● **Exercise**
Find the line with "totals: [n *" in the entries below, then reproduce it and every line after it down to and including the line with "const value = column[i];", exactly.

● **Record set**

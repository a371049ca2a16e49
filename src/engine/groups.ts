import { nanoNumber } from "./nano.ts";
import type { CellTable, JointTable } from "./types.ts";

/** Exact arithmetic on the sums of some units: what differs between two choices is a few units, added or taken away. */
export interface Group {
  readonly variant: number;
  readonly bucket: number;
  readonly n: number;
  /** S_1..S_4 of a value, S_10, S_01, S_20, S_11, S_02 of a pair; in units of 2^-120. */
  readonly sums: readonly bigint[];
  /** Exact sums of the value, of a pair's y and x, in 10^-9. */
  readonly totals: readonly bigint[];
  /** What no unit lies outside of, in 10^-9; null where that is not known, as of a pair. */
  readonly ends: readonly [bigint, bigint] | null;
}

/** The degrees of a pair's sums in y and in x. */
export const PAIR_DEGREES = [
  [1, 0],
  [0, 1],
  [2, 0],
  [1, 1],
  [0, 2],
] as const;

const LOW_BITS = 60n;
const ONE_BITS = 120n;
const LOW_MASK = (1n << LOW_BITS) - 1n;

export function groupsOfCells(table: CellTable): Group[] {
  return table.n.map((n, i) => ({
    variant: at(table.variant, i),
    bucket: at(table.bucket, i),
    n,
    sums: [
      joined(table.high1, table.low1, i),
      joined(table.high2, table.low2, i),
      joined(table.high3, table.low3, i),
      joined(table.high4, table.low4, i),
    ],
    totals: [at(table.total, i)],
    ends: [at(table.smallest, i), at(table.largest, i)],
  }));
}

export function groupsOfPairs(table: JointTable): Group[] {
  return table.n.map((n, i) => ({
    variant: at(table.variant, i),
    bucket: at(table.bucket, i),
    n,
    sums: [
      joined(table.high10, table.low10, i),
      joined(table.high01, table.low01, i),
      joined(table.high20, table.low20, i),
      joined(table.high11, table.low11, i),
      joined(table.high02, table.low02, i),
    ],
    totals: [at(table.totalY, i), at(table.totalX, i)],
    ends: null,
  }));
}

/** A group without units says nothing, and has no row. */
export function cellsOfGroups(pivot: string, scale: number, groups: readonly Group[]): CellTable {
  const rows = groups.filter(({ n }) => n > 0);
  const high = (k: number) => rows.map(({ sums }) => at(sums, k - 1) >> LOW_BITS);
  const low = (k: number) => rows.map(({ sums }) => at(sums, k - 1) & LOW_MASK);
  return {
    pivot,
    scale,
    variant: rows.map(({ variant }) => variant),
    bucket: rows.map(({ bucket }) => bucket),
    n: rows.map(({ n }) => n),
    high1: high(1),
    high2: high(2),
    high3: high(3),
    high4: high(4),
    low1: low(1),
    low2: low(2),
    low3: low(3),
    low4: low(4),
    total: rows.map(({ totals }) => at(totals, 0)),
    smallest: rows.map(({ ends }) => ends?.[0] ?? 0n),
    largest: rows.map(({ ends }) => ends?.[1] ?? 0n),
  };
}

export function pairsOfGroups(
  pivots: readonly [string, string],
  scales: readonly [number, number],
  groups: readonly Group[],
): JointTable {
  const rows = groups.filter(({ n }) => n > 0);
  const high = (jk: number) => rows.map(({ sums }) => at(sums, jk) >> LOW_BITS);
  const low = (jk: number) => rows.map(({ sums }) => at(sums, jk) & LOW_MASK);
  return {
    pivots,
    scales,
    variant: rows.map(({ variant }) => variant),
    bucket: rows.map(({ bucket }) => bucket),
    n: rows.map(({ n }) => n),
    high10: high(0),
    high01: high(1),
    high20: high(2),
    high11: high(3),
    high02: high(4),
    low10: low(0),
    low01: low(1),
    low20: low(2),
    low11: low(3),
    low02: low(4),
    totalY: rows.map(({ totals }) => at(totals, 0)),
    totalX: rows.map(({ totals }) => at(totals, 1)),
  };
}

/** Some rows of a table as one group, without a group for each; a single row stays in its bucket. */
export function groupOfRows(
  { variant, rows }: { readonly variant: number; readonly rows: readonly number[] },
  { bucket, n }: Pick<CellTable, "bucket" | "n">,
  sums: readonly (readonly [high: readonly bigint[], low: readonly bigint[]])[],
  totals: readonly (readonly bigint[])[],
  ends: readonly [smallest: readonly bigint[], largest: readonly bigint[]] | null,
): Group {
  const over = (column: readonly bigint[]) => rows.reduce((sum, row) => sum + at(column, row), 0n);
  const end = (column: readonly bigint[], pick: (a: bigint, b: bigint) => bigint) =>
    rows.reduce((found, row) => pick(found, at(column, row)), at(column, rows[0] ?? 0));
  return {
    variant,
    bucket: rows.length === 1 ? at(bucket, rows[0] ?? 0) : 0,
    n: rows.reduce((sum, row) => sum + at(n, row), 0),
    sums: sums.map(([high, low]) => (over(high) << LOW_BITS) + over(low)),
    totals: totals.map(over),
    ends: ends === null ? null : [end(ends[0], lesser), end(ends[1], greater)],
  };
}

/** Groups of one variant as one; null where there is none. */
export function together(groups: readonly Group[]): Group | null {
  const [first, ...rest] = groups;
  return first === undefined ? null : rest.reduce((sum, group) => combined(sum, group, 1n), first);
}

/** What is left of a group without some of its units. They may have held the ends, which then lie outside what is left. */
export const without = (group: Group, gone: Group | null): Group =>
  gone === null ? group : { ...combined(group, gone, -1n), ends: group.ends };

function combined(a: Group, b: Group, sign: 1n | -1n): Group {
  return {
    variant: a.variant,
    bucket: 0,
    n: a.n + Number(sign) * b.n,
    sums: a.sums.map((sum, i) => sum + sign * at(b.sums, i)),
    totals: a.totals.map((total, i) => total + sign * at(b.totals, i)),
    ends: a.ends === null || b.ends === null ? null : [lesser(a.ends[0], b.ends[0]), greater(a.ends[1], b.ends[1])],
  };
}

/** The same sums over scales 2^bits as large, one `bits` a part of the value: rounded to 2^-120, once a sum. */
export function overScales(group: Group, degrees: readonly (readonly number[])[], bits: readonly number[]): Group {
  const sums = group.sums.map((sum, i) => {
    const by = BigInt(bits.reduce((shift, b, part) => shift + b * (degrees[i]?.[part] ?? 0), 0));
    return by === 0n ? sum : (sum + (1n << (by - 1n))) >> by;
  });
  return { ...group, sums };
}

export const CELL_DEGREES = [[1], [2], [3], [4]] as const;

/** Terms u^k, k = 1..4, of one value as the engine computes them: doubles, then two integers, joined. */
export function termsOf(x: bigint, pivot: bigint, scale: number): [bigint, bigint, bigint, bigint] {
  const u = nanoNumber(x - pivot) / scale;
  return [exactly(u), exactly(u * u), exactly(u * u * u), exactly(u * u * u * u)];
}

/** The terms of one pair (y, x): S_10, S_01, S_20, S_11, S_02 of it alone, as the engine computes them. */
export function pairTerms(
  [y, x]: readonly [bigint, bigint],
  pivots: readonly [bigint, bigint],
  scales: readonly [number, number],
): [bigint, bigint, bigint, bigint, bigint] {
  const [u, w] = [nanoNumber(y - pivots[0]) / scales[0], nanoNumber(x - pivots[1]) / scales[1]];
  return [exactly(u), exactly(w), exactly(u * u), exactly(u * w), exactly(w * w)];
}

/** n units that all have one value. */
export function alike(variant: number, n: number, x: bigint, pivot: bigint, scale: number): Group {
  return {
    variant,
    bucket: 0,
    n,
    sums: termsOf(x, pivot, scale).map((term) => BigInt(n) * term),
    totals: [BigInt(n) * x],
    ends: [x, x],
  };
}

/** The pairs of some units, had they all one and the same y. */
export function alikeInY(pairs: Group, y: bigint, pivot: bigint, scale: number): Group {
  const n = BigInt(pairs.n);
  const [u, square] = termsOf(y, pivot, scale);
  const ofX = at(pairs.sums, 1);
  return {
    ...pairs,
    sums: [n * u, ofX, n * square, rounded(u * ofX, ONE_BITS), at(pairs.sums, 4)],
    totals: [n * y, at(pairs.totals, 1)],
  };
}

/** t = u^k 2^60 in two integers, as a statement of the engine has it (DESIGN 5). */
function exactly(power: number): bigint {
  const t = power * 2 ** 60;
  const high = Math.floor(t);
  return (BigInt(high) << LOW_BITS) + BigInt(Math.floor((t - high) * 2 ** 60 + 0.5));
}

const rounded = (value: bigint, bits: bigint): bigint => (value + (1n << (bits - 1n))) >> bits;
const joined = (high: readonly bigint[], low: readonly bigint[], i: number) => (at(high, i) << LOW_BITS) + at(low, i);
export const lesser = (a: bigint, b: bigint) => (a < b ? a : b);
export const greater = (a: bigint, b: bigint) => (a > b ? a : b);

function at<T>(column: readonly T[], i: number): T {
  const value = column[i];
  if (value === undefined) throw new Error(`no row ${i} in a column of ${column.length}`);
  return value;
}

● **Task result**
    totals: [n * y, at(pairs.totals, 1)],
  };
}

/** t = u^k 2^60 in two integers, as a statement of the engine has it (DESIGN 5). */
function exactly(power: number): bigint {
  const t = power * 2 ** 60;
  const high = Math.floor(t);
  return (BigInt(high) << LOW_BITS) + BigInt(Math.floor((t - high) * 2 ** 60 + 0.5));
}

const rounded = (value: bigint, bits: bigint): bigint => (value + (1n << (bits - 1n))) >> bits;
const joined = (high: readonly bigint[], low: readonly bigint[], i: number) => (at(high, i) << LOW_BITS) + at(low, i);
export const lesser = (a: bigint, b: bigint) => (a < b ? a : b);
export const greater = (a: bigint, b: bigint) => (a > b ? a : b);

function at<T>(column: readonly T[], i: number): T {
  const value = column[i];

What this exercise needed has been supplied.